Deux membres de la délégation officielle de la RDC au sommet de la SADC ont été arrêtés en Afrique du Sud. Tshibindi Mukendi et Tombisa Ngangu, membres du cabinet du vice-Premier ministre de la Défense, Guy Kabombo Mwadiamvita, sont actuellement poursuivis par la justice sud-africaine dans une affaire liée aux accréditations du sommet.
Ce qui devait être une mission officielle à Durban a pris une tournure judiciaire pour deux membres de la délégation congolaise.
Tshibindi Mukendi et Tombisa Ngangu ont été interpellés samedi 15 août 2026, quelques heures avant la tenue du 46ᵉ sommet de la Communauté de développement de l’Afrique australe. Les deux hommes accompagnaient Guy Kabombo Mwadiamvita, qui conduisait la délégation de la RDC à ces assises en l’absence du président Félix Tshisekedi.
D’après les médias sud-africains, dont SABC News, les deux Congolais sont soupçonnés de fraude et d’usurpation d’identité. L’affaire concernerait les accréditations utilisées pour accéder aux espaces sécurisés du sommet.
Ils ont été maintenus en détention par la justice sud-africaine. Leur demande de liberté sous caution doit être examinée le 24 août.
À Kinshasa, le ministère de la Défense ne remet pas en cause l’interpellation, mais conteste l’idée selon laquelle les deux hommes auraient tenté de participer au sommet sans qualité officielle.
Des sources proches du cabinet de Guy Kabombo assurent qu’ils faisaient bien partie de la mission congolaise envoyée en Afrique du Sud. Elles indiquent qu’ils disposaient chacun d’un ordre de mission, d’une carte de service et d’un passeport de service.
Selon cette version, le problème serait né au moment du contrôle des badges donnant accès à la salle du sommet.
« Il y a juste eu une confusion concernant les badges d’accès au sommet, à l’entrée de la salle », expliquent ces sources, qui précisent que les documents prouvant le caractère officiel de leur mission ont été remis aux autorités sud-africaines.

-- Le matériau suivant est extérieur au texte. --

@functools.lru_cache(maxsize=16)
def _surface_lookup(*, band_um: tuple[float, float], emissivity: float, reflected_k: float,
                    transmittance: float, atmosphere_k: float) -> np.ndarray:
    """Surface temperature at every apparent temperature of the band table's grid.

    The grid is uniform (:data:`TABLE_MIN_K` to :data:`TABLE_MAX_K` every
    :data:`TABLE_STEP_K`), so a look-up is an index computation, not a search.
    Linear interpolation on it adds less than 1e-6 K to the table's own error.
    """
    table = band_table(band_um)
    values = _invert_equation(table, table.temps_k, emissivity=emissivity, reflected_k=reflected_k,
                              transmittance=transmittance, atmosphere_k=atmosphere_k)
    values.setflags(write=False)
    return values


def _invert_equation(table: BandTable, app: np.ndarray, *, emissivity: float | np.ndarray,
                     reflected_k: float | np.ndarray, transmittance: float | np.ndarray,
                     atmosphere_k: float | np.ndarray) -> np.ndarray:
    """Surface temperature (K) from apparent temperature ``app`` (K): the measurement equation
    solved for ``L(T_s)``, then the table's inverse; NaN where the radiance left is <= 0."""
    lm = np.asarray(table.radiance_of(app))
    lm -= transmittance * (1.0 - emissivity) * table.radiance_of(reflected_k)
    if not (isinstance(transmittance, float) and transmittance == 1.0):
        lm -= (1.0 - transmittance) * table.radiance_of(atmosphere_k)
    lm /= transmittance * emissivity
    return table.temperature_of(np.where(lm > 0.0, lm, np.nan))


def _read_uniform(x: np.ndarray, values: np.ndarray) -> np.ndarray:
    """Linear interpolation of ``values`` (on the uniform table grid) at ``x`` (K); NaN outside."""
    u = np.asarray(x, dtype=np.float64) - TABLE_MIN_K
    u *= 1.0 / TABLE_STEP_K
    n = values.size
    inside = (u >= 0.0) & (u <= n - 1)  # False for NaN
    u[~inside] = 0.0
    np.clip(u, 0.0, n - 1.000001, out=u)
    i = u.astype(np.intp)
    u -= i
    y = values[i]
    y += u * (values[i + 1] - y)
    y[~inside] = np.nan
    return y
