def render_walked_roof(scene: WalkedRoofScene = WalkedRoofScene()) -> tuple[list[DemoFrame], RoofTruth]:
    """Render the invented walked roof: frames with control points, and the truth.

    Returns
    -------
    frames : list of DemoFrame
        One per camera station, in order (``f01``, ``f02``, ...).
    truth : RoofTruth
        The roof's true geometry and surface field (see :func:`render_roof`).
    """
    _, truth = render_roof(scene.roof)
    rng = np.random.default_rng(scene.seed)
    marks = _walked_marks(truth, scene)
    outside_c = scene.roof.dry_c - _GROUND_BELOW_C
    frames = []
    for k, cam in enumerate(scene.cameras()):
        app, g = render_frame(cam, truth.surface_c, truth.transform, plan_from_scene=scene.roof.plan_from_roof,
                              emissivity=scene.roof.emissivity, reflected_c=scene.roof.reflected_render_c,
                              outside_c=outside_c, noise_c=scene.camera_noise_c, rng=rng)
        pts = _pick_points(g, marks, cam.size_px, count=scene.points_per_frame)
        if scene.reflection is not None and scene.reflection[0] == k + 1:
            app = app + _planted_reflection(g, app.shape, scene)
        if scene.blurred_frame == k + 1:
            app = _planted_blur(app, scene)
        frames.append(DemoFrame(name=f"f{k + 1:02d}", fmt=scene.formats[k % len(scene.formats)], apparent_c=app,
                                points=pts, plan_to_image=g))
    return frames, truth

Le ministère affirme également avoir mobilisé des avocats pour assurer leur défense.
L’affaire a désormais pris une dimension diplomatique. L’ambassade de la RDC à Pretoria dit avoir engagé des démarches auprès des autorités sud-africaines, notamment du Department of International Relations and Cooperation, afin de clarifier la situation des deux membres de la délégation.
La représentation congolaise assure également leur protection consulaire et demande au public d’éviter les spéculations pendant que les discussions et la procédure judiciaire suivent leur cours.
Cette arrestation intervient alors que l’Afrique du Sud avait considérablement renforcé les contrôles autour du sommet en raison de la présence de plusieurs chefs d’État et délégations étrangères.
Un ressortissant zimbabwéen avait d’ailleurs également été arrêté dans le cadre de ces contrôles. Il est soupçonné d’avoir tenté d’obtenir une accréditation de manière frauduleuse et de séjourner illégalement sur le territoire sud-africain.
Pour les deux membres de la délégation congolaise, l’enjeu est désormais de faire reconnaître devant la justice sud-africaine le caractère officiel de leur présence à Durban. Leur situation devrait connaître une première évolution le 24 août avec l’examen de leur demande de remise en liberté sous caution.